**Material to process**.
------------------------------------------------------------------------

// TestSizeCondition: in a condition the works are sized for what it leaves of them.
func TestSizeCondition(t *testing.T) {
	s := parsed(t, demoText(t, "\nsite:", "\nconditions:\n  - {name: worn, drains: 60 %}\n\nsite:"))
	built := size(t, s, "trenches", "trench_drains.spacing", "4 m .. 40 m")
	worn, err := Size(context.Background(), s, SizeQuery{"trenches", "trench_drains.spacing", "4 m .. 40 m", "Worn", ""})
	if err != nil {
		t.Fatal(err)
	}
	if built.Condition != "as built" || worn.Condition != "worn" || !(worn.Answer.Value < 0.95*built.Answer.Value) {
		t.Errorf("%s: %s, %s: %s", built.Condition, built.Answer.Text, worn.Condition, worn.Answer.Text)
	}
	for _, w := range append(built.Warnings, worn.Warnings...) {
		if w.Code == "condition_changes_nothing" || w.Code == "drain_runs_rarely" { // which is of another option
			t.Errorf("%+v", w)
		}
	}
	c := compare(t, parsed(t, demoText(t, trenchSpacings, "spacing: "+worn.Answer.Text, "\nsite:", "\nconditions:\n  - {name: worn, drains: 60 %}\n\nsite:")))
	if got, want := worn.Answer.Figure, c.Cases[1].Options[1].Bands[1].DaysPerYear; got != want {
		t.Errorf("%v days a year, compare has %v", got, want)
	}
}

// TestSizeLawOfACondition: the replay by the quadratic law is of works as built, so that in a condition nothing is said of it.
func TestSizeLawOfACondition(t *testing.T) {
	s := parsed(t, demoText(t, "law: quadratic", "working_head: 1.2 m", "\nsite:", "\nconditions:\n  - {name: worn, drains: 99 %}\n\nsite:"))
	for condition, want := range map[string]bool{"": true, "worn": false} {
		found, err := Size(context.Background(), s, SizeQuery{"trenches", "trench_drains.spacing", "4 m .. 40 m", condition, ""})
		if err != nil {
			t.Fatal(err)
		}
		if got := slices.ContainsFunc(found.Warnings, func(w result.Warning) bool { return w.Code == "linear_law_far" }); got != want {
			t.Errorf("condition %q: %v", condition, found.Warnings)
		}
	}
}

// TestSizeFixedDepth: an equivalent depth that is given does not follow the spacing, which is said; at the answer it is held against the computed one too.
func TestSizeFixedDepth(t *testing.T) {
	codes := func(found *result.Size) string {
		var codes []string
		for _, w := range found.Warnings {
			if strings.HasPrefix(w.Code, "equivalent_depth") {
				codes = append(codes, w.Severity+" "+w.Code)
			}
		}
		return strings.Join(codes, ", ")
	}
	given := parsed(t, demoText(t, "depth: 3.0 m", "depth: 3.0 m\n      equivalent_depth: 0.5 m"))
	for _, tt := range []struct {
		study                 *Study
		option, vary, between string
		want                  string
	}{
		{parsed(t, demoText(t)), "trenches", "trench_drains.spacing", "4 m .. 40 m", ""},
		{given, "trenches", "trench_drains.spacing", "4 m .. 40 m", "note equivalent_depth_differs, warn equivalent_depth_fixed"},
		{given, "trenches, spacing 8 m", "trench_drains.depth", "2 m .. 3.5 m", "note equivalent_depth_differs, warn equivalent_depth_fixed"},
		{given, "lined channels", "surface_water.kept_out", "0 .. 30 %", ""},
	} {
		if got := codes(size(t, tt.study, tt.option, tt.vary, tt.between)); got != tt.want {
			t.Errorf("%s: %q, want %q", tt.vary, got, tt.want)
		}
	}
}

// TestSizeCost: a cost that does not go with the number is said to be that of the study.
func TestSizeCost(t *testing.T) {
	s := parsed(t, demoText(t))
	for key, of := range map[string]struct {
		option, between string
		same            bool
	}{
		"trench_drains.spacing":               {"trenches", "10 m .. 12 m", false},
		"surface_water.kept_out":              {"lined channels", "0 .. 30 %", true},
		"trench_drains.depth":                 {"shallow trenches", "1 m .. 3 m", true},
		"trench_drains.decline.flushed_every": {"shallow trenches", "2 y .. 6 y", false},
	} {
		found := size(t, s, of.option, key, of.between)
		if said := slices.ContainsFunc(found.Warnings, func(w result.Warning) bool { return w.Code == "cost_not_sized" }); said != of.same {
			t.Errorf("%s: %v", key, said)
		}
	}
	found := size(t, s, "trenches", "trench_drains.spacing", "10 m .. 20 m")
	for i, p := range found.Curve {
		if i == len(found.Curve)-1 {
			if p.Step != nil {
				t.Errorf("the end of the curve has the step %+v", p.Step)
			}
			continue
		}
		// By hand, from the row and the next one.
		next := found.Curve[i+1]
		less, more := next.Figure-p.Figure, *p.PresentValue-*next.PresentValue
		if step := p.Step; math.Abs(step.Less-less) > 1e-12 || math.Abs(*step.LessPer100Metres-100*less/(*p.Metres-*next.Metres)) > 1e-9 ||
			(step.CostPerLess == nil) != (less <= 0) || less > 0 && math.Abs(*step.CostPerLess/(more/less)-1) > 1e-12 {
			t.Errorf("%s: %+v", p.Text, step)
		}
		if math.Abs(*p.Metres*p.Value-12000) > 1e-6 {
			t.Errorf("%s: %g m of drain on 12000 m2", p.Text, *p.Metres)
		}
	}
}

// TestSizeRefuses holds what a person reads who asks for what cannot be sized.
func TestSizeRefuses(t *testing.T) {
	s := everyNumber(t)
	const spacing = "trench_drains.spacing"
	for _, tt := range []struct {
		q    SizeQuery
		want string
	}{
		{SizeQuery{"spacings", spacing, "4 m .. 40 m", "", ""}, `--option: the study has no "spacings"; did you mean "spacing"?`},
		{SizeQuery{"as it stands", spacing, "4 m .. 40 m", "", ""}, `--option: "as it stands" does nothing, so it has no number to vary`},
		{SizeQuery{"spacing", spacing, "4 m .. 40 m", "neglected", ""}, `--condition: the study has no "neglected"` + "\n  it has: as built"},
		{SizeQuery{"spacing", "spacing", "4 m .. 40 m", "", ""}, `--vary: "spacing" is no number of the option "spacing"; did you mean trench_drains.spacing?`},
		{SizeQuery{"spacing", "trench_drain.spacing", "4 m .. 40 m", "", ""}, `--vary: "trench_drain.spacing" is no number of the option "spacing"; did you mean trench_drains.spacing?`},
		{SizeQuery{"spacing", "trench_drains.law", "4 m .. 40 m", "", ""}, `--vary: "trench_drains.law" is no number of the option "spacing"` + "\n  it has: trench_drains.depth"},
		{SizeQuery{"spacing", "cost.per_metre", "4 .. 40", "", ""}, `--vary: "cost.per_metre" is no number of the option "spacing"`},
		{SizeQuery{"rate", spacing, "4 m .. 40 m", "", ""}, `--vary: trench_drains.spacing has no place beside trench_drains.rate, which "rate" gives`},
		{SizeQuery{"bores", "bored_drains.number", "4 .. 40", "", ""}, `--vary: bored_drains.number changes what the drains cost and no level, so no value of it can meet a target`},
		{SizeQuery{"ground", "set.deep.consolidation", "1 .. 4 m2/y", "", ""}, `--vary: set.deep.consolidation changes the time until trenches act and no level, so no value of it can meet a target`},
		{SizeQuery{"spacing", spacing, "4 m", "", ""}, `--between: "4 m" is not a range; write two values of a length, such as 1 .. 4 m`},
		{SizeQuery{"spacing", spacing, "40 m .. 4 m", "", ""}, `--between: "40 m .. 4 m" does not rise; write the smaller value first, 4 m .. 40 m`},
		{SizeQuery{"spacing", spacing, "4 .. 40", "", ""}, `--between: "4 .. 40" has no unit; write 4 .. 40 m`},
		{SizeQuery{"others", "vegetation.pet_factor", "1 m .. 2 m", "", ""}, `--between: "2 m": a number without a unit is wanted here; write 2`},
		{SizeQuery{"spacing", spacing, "0 m .. 40 m", "", ""}, `--between: trench_drains.spacing cannot be 0 m: `},
		{SizeQuery{"spacing", spacing, "-4 m .. 40 m", "", ""}, `--between: trench_drains.spacing cannot be -4 m: `},
		{SizeQuery{"spacing", spacing, "0.1 mm .. 40 m", "", ""}, `--between: trench_drains.spacing cannot be 0.0001 m: the drains work out at `},
		{SizeQuery{"rate", "trench_drains.depth", "1 m .. 5 m", "", ""}, `--between: trench_drains.depth cannot be 5 m: `},
		{SizeQuery{"others", "surface_water.kept_out", "0 .. 150 %", "", ""}, `--between: surface_water.kept_out cannot be 150 %: `},
		{SizeQuery{"bores", "bored_drains.level", "1 m .. 99 m", "", ""}, `--between: bored_drains.level cannot be 99 m: `},
	} {
		_, err := Size(context.Background(), s, tt.q)
		var f *fault.Error
		if !errors.As(err, &f) {
			t.Errorf("%+v: %v", tt.q, err)
		} else if !strings.HasPrefix(err.Error(), tt.want) {
			t.Errorf("%+v:\n got %v\nwant %s", tt.q, err, tt.want)
		}
	}

	demo := parsed(t, demoText(t))
	_, err := Size(context.Background(), demo, SizeQuery{"trenches", "trench_drains.depth", "1 m .. 4 m", "", ""})
	if want := `--option: "trenches" is a list over trench_drains.spacing; to size another number name one of its options, such as "trenches, spacing 8 m"`; err == nil || err.Error() != want {
		t.Errorf("%v", err)
	}
	_, err = Size(context.Background(), demo, SizeQuery{"nobody", "trench_drains.depth", "1 m .. 4 m", "", ""})
	if err == nil || !strings.Contains(err.Error(), "it has: trenches\n          as it stands\n          trenches, spacing 8 m") {
		t.Errorf("%v", err)
	}

	alone, _, _ := strings.Cut(demoText(t, "  decide_on: movement onset ", "  # "), "\n  - name: trenches\n")
	_, err = Size(context.Background(), parsed(t, edited(t, alone, "target: {days: 2}", "")), SizeQuery{"as it stands", spacing, "4 m .. 40 m", "", ""})
	if err == nil || !strings.Contains(err.Error(), "count.decide_on: several bands are given, so say which of them the option is sized on: give decide_on") {
		t.Errorf("%v", err)
	}
}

------------------------------------------------------------------------

**Task instructions**. Lines from the top of the data above through the line containing "computed one too." must be repeated exactly. All other lines stay out.

**Solution to this problem**.
// TestSizeCondition: in a condition the works are sized for what it leaves of them.
func TestSizeCondition(t *testing.T) {
	s := parsed(t, demoText(t, "\nsite:", "\nconditions:\n  - {name: worn, drains: 60 %}\n\nsite:"))
	built := size(t, s, "trenches", "trench_drains.spacing", "4 m .. 40 m")
	worn, err := Size(context.Background(), s, SizeQuery{"trenches", "trench_drains.spacing", "4 m .. 40 m", "Worn", ""})
	if err != nil {
		t.Fatal(err)
	}
	if built.Condition != "as built" || worn.Condition != "worn" || !(worn.Answer.Value < 0.95*built.Answer.Value) {
		t.Errorf("%s: %s, %s: %s", built.Condition, built.Answer.Text, worn.Condition, worn.Answer.Text)
	}
	for _, w := range append(built.Warnings, worn.Warnings...) {
		if w.Code == "condition_changes_nothing" || w.Code == "drain_runs_rarely" { // which is of another option
			t.Errorf("%+v", w)
		}
	}
	c := compare(t, parsed(t, demoText(t, trenchSpacings, "spacing: "+worn.Answer.Text, "\nsite:", "\nconditions:\n  - {name: worn, drains: 60 %}\n\nsite:")))
	if got, want := worn.Answer.Figure, c.Cases[1].Options[1].Bands[1].DaysPerYear; got != want {
		t.Errorf("%v days a year, compare has %v", got, want)
	}
}

// TestSizeLawOfACondition: the replay by the quadratic law is of works as built, so that in a condition nothing is said of it.
func TestSizeLawOfACondition(t *testing.T) {
	s := parsed(t, demoText(t, "law: quadratic", "working_head: 1.2 m", "\nsite:", "\nconditions:\n  - {name: worn, drains: 99 %}\n\nsite:"))
	for condition, want := range map[string]bool{"": true, "worn": false} {
		found, err := Size(context.Background(), s, SizeQuery{"trenches", "trench_drains.spacing", "4 m .. 40 m", condition, ""})
		if err != nil {
			t.Fatal(err)
		}
		if got := slices.ContainsFunc(found.Warnings, func(w result.Warning) bool { return w.Code == "linear_law_far" }); got != want {
			t.Errorf("condition %q: %v", condition, found.Warnings)
		}
	}
}

// TestSizeFixedDepth: an equivalent depth that is given does not follow the spacing, which is said; at the answer it is held against the computed one too.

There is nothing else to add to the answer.